I was about to tell him how wrong he was but before I could, a hand around my wrist twirled me around and into its owner’s embrace. A squeak escaped my lips as a joyous laugh left Callie’s and her arms around my shoulder gave one last squeeze before she pulled back, sniffling. Faint mascara lines were very noticeable on her cheekbones and I didn’t miss the faint smudges of black on the sleeves of her blue dress, which I’d chosen for both her and Ingrid to wear as my bridesmaids. It broke and warmed my heart all at once to see it. I felt lucky to have people that would cry for me, no matter if the occasion was sad or happy.

“It was so beautiful!” she hiccuped and pulled me back into her chest again, nearly bonking our heads together. I laughed. She obviously was not used to my increase in height from my heels as much as I was.

“Callie, let the poor girl breathe.” Ingrid shooed her away with a scolding glare. When she saw me, her eyes trailed from my face to my crown, I saw her own resolve crumble and suddenly her arms were around me as well, but this time around my waist. In my heels, I now towered at least three inches above her. “So...” she trailed off with a smile. “Do you feel any different, Your Majesty?”

I looked around the room seeing the lords and ladies conversing amongst themselves like old friends who hadn’t seen each other in years. The young children were becoming restless and I smiled at a girl tugging on her mother’s brilliant green dress, my heart longing to have that one day. Behind me, Henrik was thanking the priestess for coming and I admired the way he talked to her so kind and respectful, like she was one of his own people. It made me forget everything I’d ever been mad or upset at him for, realizing that despite all his faults, there was truly a good person beneath all the scars and sharp teeth.

“Give the blood some time to settle,” I laughed, trying my best to ignore the undeniable heavy warmth that still remained in my stomach. When an air bubble arose in my throat, I could still taste it too and I nearly wanted to gag but my fear of vomiting in front of all these people kept it in. I opened my mouth to say something else but stopped when I felt a familiar hand gently place itself on the curve of my waist, which was especially defined by the tight-fitting bodice of my dress.

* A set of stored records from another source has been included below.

/// A hand edit blocks `plan` (even though another input changed, so every
/// file would be rewritten) until `--force`, which regenerates the file.
#[test]
fn plan_refuses_to_overwrite_a_hand_edit_unless_forced() {
    let dir = planned();
    let (planned_line, edited_line) = compare_max_edit(dir.path());
    edit(
        dir.path(),
        &format!("out/{HEADER}"),
        &planned_line,
        &edited_line,
    );
    edit(
        dir.path(),
        DESIGN,
        "inductance: \"0.85 mH\"",
        "inductance: \"0.40 mH\"",
    );
    let before = out_files(dir.path());
    let o = run(dir.path(), &["plan", DESIGN, "--out", "out"]);
    assert_eq!(o.status.code(), Some(2), "{}", describe(&o));
    let err = stderr(&o);
    assert!(
        err.contains(&format!("out/{HEADER}")),
        "names the file\n{err}"
    );
    assert!(err.contains("--force"), "says how to proceed\n{err}");
    assert_eq!(out_files(dir.path()), before, "no file changed");

    let o = run(dir.path(), &["plan", DESIGN, "--out", "out", "--force"]);
    assert_eq!(o.status.code(), Some(0), "{}", describe(&o));
    // What the same inputs generate in a clean folder.
    let o = run(dir.path(), &["plan", DESIGN, "--out", "fresh"]);
    assert_eq!(o.status.code(), Some(0), "{}", describe(&o));
    let fresh = read_tree(&dir.path().join("fresh"));
    let after = out_files(dir.path());
    assert_eq!(after, fresh, "--force regenerates every file");
    assert_ne!(after[HEADER], before[HEADER]);
    let o = check(dir.path());
    assert_eq!(o.status.code(), Some(0), "{}", describe(&o));
}

#[test]
fn plan_refuses_to_overwrite_a_foreign_file() {
    let dir = tempfile::tempdir().expect("temporary folder");
    copy_inputs(common::case(CASE), dir.path());
    fs::create_dir_all(dir.path().join("out")).expect("mkdir");
    fs::write(dir.path().join("out/rationale.md"), "my own notes\n").expect("write");
    let o = run(dir.path(), &["plan", DESIGN, "--out", "out"]);
    assert_eq!(o.status.code(), Some(2), "{}", describe(&o));
    assert!(
        stderr(&o).contains("out/rationale.md") && stderr(&o).contains("not written by pwmplan"),
        "{}",
        describe(&o)
    );
    let names: Vec<String> = out_files(dir.path()).into_keys().collect();
    assert_eq!(names, ["rationale.md"], "nothing else written");
}

/// A second `plan` with the same inputs leaves every file alone (time
/// stamps included, so a build does not recompile the header) and says so;
/// after an input change only the files whose content moved are written.
#[test]
fn replanning_leaves_unchanged_files_alone() {
    let dir = planned();
    let mtimes = |d: &Path| -> BTreeMap<String, std::time::SystemTime> {
        OUTPUTS
            .iter()
            .map(|n| {
                let m = fs::metadata(d.join("out").join(n)).expect("output exists");
                (n.to_string(), m.modified().expect("modification time"))
            })
            .collect()
    };
    let before = mtimes(dir.path());
    std::thread::sleep(std::time::Duration::from_millis(20));
    let o = run(dir.path(), &["plan", DESIGN, "--out", "out"]);
    assert_eq!(o.status.code(), Some(0), "{}", describe(&o));
    let text = stdout(&o);
    assert!(text.contains("already current, left alone: out/"), "{text}");
    assert!(!text.contains("wrote "), "{text}");
    assert_eq!(mtimes(dir.path()), before, "no file rewritten");

    // An input change rewrites what moved.
    edit(
        dir.path(),
        DESIGN,
        "inductance: \"0.85 mH\"",
        "inductance: \"0.40 mH\"",
    );
    let o = run(dir.path(), &["plan", DESIGN, "--out", "out"]);
    assert_eq!(o.status.code(), Some(0), "{}", describe(&o));
    let text = stdout(&o);
    assert!(
        text.contains("wrote ") && text.contains("out/plan.json"),
        "{text}"
    );
    let after = mtimes(dir.path());
    assert_ne!(after["plan.json"], before["plan.json"]);
    let o = check(dir.path());
    assert_eq!(o.status.code(), Some(0), "{}", describe(&o));
}

/// An output path holding something that is not text (so not pwmplan's)
/// is refused like a foreign file.
#[test]
fn plan_refuses_to_overwrite_a_binary_file() {
    let dir = tempfile::tempdir().expect("temporary folder");
    copy_inputs(common::case(CASE), dir.path());
    fs::create_dir_all(dir.path().join("out")).expect("mkdir");
    fs::write(dir.path().join("out/plan.json"), [0xff_u8, 0xfe, 0x00]).expect("write");
    let o = run(dir.path(), &["plan", DESIGN, "--out", "out"]);
    assert_eq!(o.status.code(), Some(2), "{}", describe(&o));
    assert!(
        stderr(&o).contains("out/plan.json") && stderr(&o).contains("--force"),
        "{}",
        describe(&o)
    );
    let names: Vec<String> = out_files(dir.path()).into_keys().collect();
    assert_eq!(names, ["plan.json"], "nothing else written");
}

/// A copy of the bundled templates in `dir/tpl`.
fn template_copy(dir: &Path) -> std::path::PathBuf {
    let tpl = dir.join("tpl");
    fs::create_dir_all(&tpl).expect("mkdir tpl");
    let src = Path::new(env!("CARGO_MANIFEST_DIR")).join("templates");
    for name in ["c_header.h.hbs", "rust_module.rs.hbs", "rationale.md.hbs"] {
        fs::copy(src.join(name), tpl.join(name)).expect("copy template");
    }
    tpl
}

/// The control for the bad-template cases: an unchanged copy of the bundled
/// templates gives the same bytes as the bundled set.
#[test]
fn template_folder_copy_of_bundled_gives_the_same_files() {
    let dir = planned();
    template_copy(dir.path());
    let o = run(
        dir.path(),
        &["plan", DESIGN, "--out", "via-tpl", "--templates", "tpl"],
    );
    assert_eq!(o.status.code(), Some(0), "{}", describe(&o));
    assert_eq!(
        read_tree(&dir.path().join("via-tpl")),
        out_files(dir.path())
    );
    let o = run(
        dir.path(),
        &["check", DESIGN, "--out", "out", "--templates", "tpl"],
    );
    assert_eq!(o.status.code(), Some(0), "{}", describe(&o));
}

/// `plan` and `check` with a broken template folder: exit 2, `needles` in
/// the message, nothing written to a new or an existing output folder.
fn bad_templates(break_it: impl Fn(&Path), needles: &[&str]) {
    let dir = planned();
    let tpl = template_copy(dir.path());
    break_it(&tpl);
    let before = out_files(dir.path());
    for args in [
        &["plan", DESIGN, "--out", "new", "--templates", "tpl"][..],
        &[
            "plan",
            DESIGN,
            "--out",
            "out",
            "--templates",
            "tpl",
            "--force",
        ][..],
        &["check", DESIGN, "--out", "out", "--templates", "tpl"][..],
    ] {
        let o = run(dir.path(), args);
        assert_eq!(o.status.code(), Some(2), "{args:?}\n{}", describe(&o));
        let err = stderr(&o);
        assert!(err.starts_with("error: "), "{args:?}\n{err}");
        for n in needles {
            assert!(err.contains(n), "{args:?}: message names {n:?}\n{err}");
        }
    }
    assert!(!dir.path().join("new").exists(), "no new output folder");
    assert_eq!(out_files(dir.path()), before, "existing outputs unchanged");
}

#[test]
fn missing_template_is_exit_2() {
    bad_templates(
        |tpl| fs::remove_file(tpl.join("rust_module.rs.hbs")).expect("remove"),
        &["tpl/rust_module.rs.hbs", "missing"],
    );
}

#[test]
fn template_field_the_context_lacks_is_exit_2() {
    bad_templates(
        |tpl| {
            let p = tpl.join("rationale.md.hbs");
            let mut t = fs::read_to_string(&p).expect("read");
            t.push_str("{{nonexistent}}\n");
            fs::write(&p, t).expect("write");
        },
        &["rationale.md.hbs", "nonexistent"],
    );
}

#[test]
fn template_syntax_error_is_exit_2() {
    bad_templates(
        |tpl| {
            let p = tpl.join("c_header.h.hbs");
            let mut t = fs::read_to_string(&p).expect("read");
            t.push_str("{{#if fpu}}\n");
            fs::write(&p, t).expect("write");
        },
        &["c_header.h.hbs"],
    );
}

/// The generated files record the input paths as spelled on the command
/// line, so the same design named `./belt-feeder.yaml` is "out of date".
#[test]
fn check_does_not_depend_on_how_the_path_is_spelled() {
    let dir = planned();
    let o = run(dir.path(), &["check", "./belt-feeder.yaml", "--out", "out"]);
    assert_eq!(o.status.code(), Some(0), "{}", describe(&o));
}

“Raena,” Henrik suddenly muttered in my ear, his warm breath tickling the skin there, “we must go.” I looked over and noticed the lords and ladies turning their heads towards us every once and a while during their conversations. I realized then that they couldn’t leave until we did and suddenly felt horrible for just standing there so thoughtlessly, too focused on talking with my friends to consider everyone else.

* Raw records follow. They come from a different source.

//! The operating range, checked against methods that cannot share its shortcuts.
//!
//! 1. [`collapsed_range_reproduces_the_rated_plan`]: a design whose range is the
//!    single rated speed (constant torque) plans exactly as the same design
//!    without a range, on the bundled designs and on random designs of every
//!    topology (the written plan compared field by field, the design's own
//!    name and the input list aside).
//! 2. [`range_ripple_matches_a_dense_scan`]: for random designs of every
//!    topology with random speed spans and load lines (constant torque, fan
//!    law, a table that may rise and fall; a quarter holding at standstill),
//!    the worst ripple the plan reports
//!    for its chosen setting equals the maximum of a dense, uniform scan of the
//!    whole span at both supplies the plan judges (brute force, 400 speeds,
//!    160 on a three-phase bridge, plus every knot), within 0.5 %. On a
//!    three-phase bridge the range is judged directly at a random setting
//!    rather than solved (a solve over a range costs seconds there).
//! 3. [`standstill_junction_is_a_dc_leg`]: a sinusoidal bridge holding at
//!    standstill against a half-bridge leg carrying the same DC current.
//!
//! The random designs are invented (`random_design`); `PWMPLAN_RANDOM_DESIGNS=N`
//! scales how many run.

use crate::random_design;
use random_design::*;

use std::path::Path;

use pwmplan::design::{Design, load_design};
use pwmplan::load::Origin;
use pwmplan::model::range::RangeExtreme;
use pwmplan::model::{Evaluator, OperatingCase};
use pwmplan::physics::load_line::OperatingRange;
use pwmplan::plan;
use pwmplan::solve::{self, Objective};
use pwmplan::spec::ObjectiveSpec;
use rayon::prelude::*;

/// The bundled designs (every bundled topology).
const BUNDLED: [&str; 4] = [
    "belt-feeder.yaml",
    "vent-fan.yaml",
    "winch.yaml",
    "pump-bldc.yaml",
];

/// The design's objective.
fn objective_of(d: &Design) -> Objective {
    match d.spec.objective {
        ObjectiveSpec::LeastLoss => Objective::LeastLoss,
        ObjectiveSpec::Quietest => Objective::Quietest,
        ObjectiveSpec::CoolestJunction => Objective::CoolestJunction,
        ObjectiveSpec::LeastAverageLoss => Objective::LeastAverageLoss,
        ObjectiveSpec::LeastWorstLoss => Objective::LeastWorstLoss,
    }
}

It made me want to smack myself on the cheek.

“Right, of course,” I said and turned to my friends quickly, taking Ingrid’s hand in my right one while my left took Callie’s. “See you in a bit, alright?”

They nodded and I could’ve sworn new tears were already brimming in their eyes, causing my own to appear as I let go of their hands to wove my arm through Henrik’s. Although my childhood friends couldn’t be with me anymore, I realized as I turned away from Callie and Ingrid, that didn’t mean I couldn’t have a fulfilling life. Maybe I could even have a happy one.

Henrik and I turned to face the door and right as we did, the organ began playing again but this time a much more merrier tune that was so fast and upbeat that it sounded more for a carnival than a serious ceremony.

Elodie and Ophelia practically ran from their parents to tend my train and I laughed at their behavior, having forgotten how carefree and hilarious children could be. Within seconds, Henrik and I were walking down the aisle, the king beaming proudly while his queen smiled unsurely at the applauding crowd, thanking them and waving giddily at their children.

But when we made it to the last row of pews and I turned my head to my left, my smile immediately dropped when I met the narrowed, unblinking eyes of the priestess, who stood beside the Moon Goddess’s statue.